For this purpose, we modify our setup model of section \ref{setup}
including
a non-zero bare $D-$dimensional cosmological constant $\Lambda$ into the
corresponding action functional \rf{2.4}, \rf{2.7} 
and assume that the internal space is not Ricci-flat
$R[g^{(1)}] \equiv R_1 = \const \ne 0$.
Then, instead of \rf{2.13} we get an effective potential
\ba{5.1}
U_{eff}[\varphi , \chi ] &=& e^{2\kappa_0\varphi \sqrt{ \frac{d_1}
{(D-2)(D_0-2)}}}\left[ -\frac{1}{2\kappa^2_0}
\tilde R_1e^{2\kappa_0\varphi \sqrt{ \frac{D_0-2}{d_1(D-2)}}}
+\frac{1}{\kappa^2_0}\Lambda + V(\chi)\right]\equiv \nn \\
&\equiv & e^{2\sigma \kappa_0 \varphi}
\left[ -\frac{1}{2\kappa_0^2}\tilde R_1e^{2\gamma \kappa_0 \varphi}
+\frac{1}{\kappa_0^2}\Lambda + V(\chi)\right] \, ,
\ea
where $\tilde R_1 := R_1/b^2_0$ and we used the obvious abbreviations
$\sigma =\sqrt{d_1/2(d_1+2)}$ and
$\gamma =\sqrt{2/d_1(d_1+2)}$. We restrict ourselves to the case of a
 potential $V(\chi)$ with a single zero minimum 
 $\left. V(\chi _{min})=V(\chi )\right|_{min} = 0$,
 $\left.\partial ^2_{\chi}V\right|_{min}=m^2_{\chi}>0$
because the non-zero minimum case $\left. V(\chi )
\right|_{min} = V_0$ is trivially reduced to the zero minimum one by
inclusion of $V_0$ into $\Lambda/\kappa^2_0$.

It is easy to check that 
the effective potential \rf{5.1} has a
 global minimum at the point $\varphi =0, \chi = \chi_{min}$
if the bare cosmological constant 
and the scalar curvature
of the internal space are both
negative\footnote{Compact internal spaces with negative
curvature $R_1=-d_1(d_1-1)$ can be constructed, e.g., as hyperbolic
coset manifolds $H^{d_1}/\Gamma ^{d_1}$ (for details see \cite{hyp}).
Here $H^{d_1}$ is
an infinite hyperbolic space and
$\Gamma ^{d_1}$ ---
an appropriate group of discrete isometries.
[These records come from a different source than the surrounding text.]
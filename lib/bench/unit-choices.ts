import { convertUnit, SUPPORTED_UNITS, unitQuantity, type Quantity } from "@/lib/engineering";

export type UnitChoices = {
  /** The units a reading may be typed in, smallest prefix first; the checkpoint's own spelling included. */
  units: string[];
  /** What the unit measures, or null for a unit the converter does not know (a builder's "rpm"). */
  quantity: Quantity | null;
};

const QUANTITY_WORDS: Record<Quantity, string> = {
  voltage: "voltage",
  current: "current",
  frequency: "frequency",
  time: "time",
  resistance: "resistance",
  capacitance: "capacitance",
  inductance: "inductance",
  power: "power",
  energy: "energy",
  "flux-density": "flux density",
  temperature: "temperature",
  ratio: "a ratio",
};

function quantityOf(unit: string): Quantity | null {
  try {
    return unitQuantity(unit);
  } catch {
    return null;
  }
}

/**
 * The units the reading form offers for a checkpoint: every unit of the same quantity (kHz →
 * Hz, kHz, MHz). A unit the converter does not know is offered alone and stored as typed.
 */
export function unitChoices(checkpointUnit: string): UnitChoices {
  const quantity = quantityOf(checkpointUnit);
  if (quantity === null) return { units: [checkpointUnit], quantity };
  // Smallest unit first (pF before nF); units with an offset (K beside °C) keep the converter's order.
  const scale = (u: string) => convertUnit(1, u, checkpointUnit) - convertUnit(0, u, checkpointUnit);
  const family = SUPPORTED_UNITS.filter((u) => unitQuantity(u) === quantity).sort((a, b) => scale(a) - scale(b));
  // "uF" and "µF" are one unit; the select shows the checkpoint's own spelling.
  const units = family.map((u) => (u !== checkpointUnit && convertUnit(1, u, checkpointUnit) === 1 && convertUnit(0, u, checkpointUnit) === 0 ? checkpointUnit : u));
  return { units: units.includes(checkpointUnit) ? units : [checkpointUnit, ...units], quantity };
}

export type Converted = { ok: true; value: number } | { ok: false; message: string };

/**
 * A typed reading in the checkpoint's unit, or why it cannot be: the same spelling passes
 * unchanged (even for units the converter does not know); otherwise both must measure the same
 * quantity.
 */
export function toCheckpointUnit(value: number, enteredUnit: string, checkpointUnit: string): Converted {
  if (enteredUnit.trim() === checkpointUnit.trim()) return { ok: true, value };
  const from = quantityOf(enteredUnit);
  const to = quantityOf(checkpointUnit);
  const offered = unitChoices(checkpointUnit).units.join(", ");
  if (to === null) return { ok: false, message: `This checkpoint is recorded in ${checkpointUnit}; enter the reading in ${checkpointUnit}.` };
  if (from === null) return { ok: false, message: `${enteredUnit} is not a unit Fluxyard knows. Enter the reading in one of ${offered}.` };
  if (from !== to) {
    return {
      ok: false,
      message: `${enteredUnit} measures ${QUANTITY_WORDS[from]}, but this checkpoint measures ${QUANTITY_WORDS[to]} in ${checkpointUnit}. Enter the reading in one of ${offered}.`,
    };
  }
  return { ok: true, value: convertUnit(value, enteredUnit, checkpointUnit) };
}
The coset manifold itself can be imagined to be built up
from a fundamental polyhedron in $H^{d_1}$
with faces pairwise identified.}: $\Lambda <0$, $R_1<0$.
Additionally it is necessary that these parameters are
connected with the compactification scale $b_0$
by a fine-tuning condition
\be{5.3}
2\sigma \Lambda = (\sigma + \gamma )\frac{R_1}{b_0^2}
\quad \Longleftrightarrow
\quad \Lambda = \frac{D-2}{2d_1}\frac{R_1}{b_0^2}\, .
\ee
{}From the 
 Hessian (the mass matrix) of the effective potential
\be{5.1a}
\left(
\begin{array}{cc}
\partial ^2_{\varphi \varphi}&\partial ^2_{\varphi \chi}\\
\partial ^2_{\chi \varphi}&\partial ^2_{\chi \chi}
\end{array}
\right)
\left.U_{eff}\right|_{\varphi =0,\chi _{min}}
=\left(
\begin{array}{cc}
-2\gamma (\sigma +\gamma)\tilde R_1 &0\\
0&m^2_{\chi}
\end{array}
\right)
\ee
it is clear that in contrast with \rf{4.15a} 
the minimum is non-degenerate  and
induces a non-vanishing mass
$m^2_{\varphi}=-2\gamma (\sigma +\gamma )\tilde R_1$
of the modulus field\footnote{These massive modes
(gravitational excitons \cite{GZ(PRD)}) propagate in the
external spacetime and can yield a considerable contribution to the dark matter
in our Universe \cite{GZ(PRD2)}.}.
As result the position $\varphi =0$
is energetically favored and provides the necessary trapping.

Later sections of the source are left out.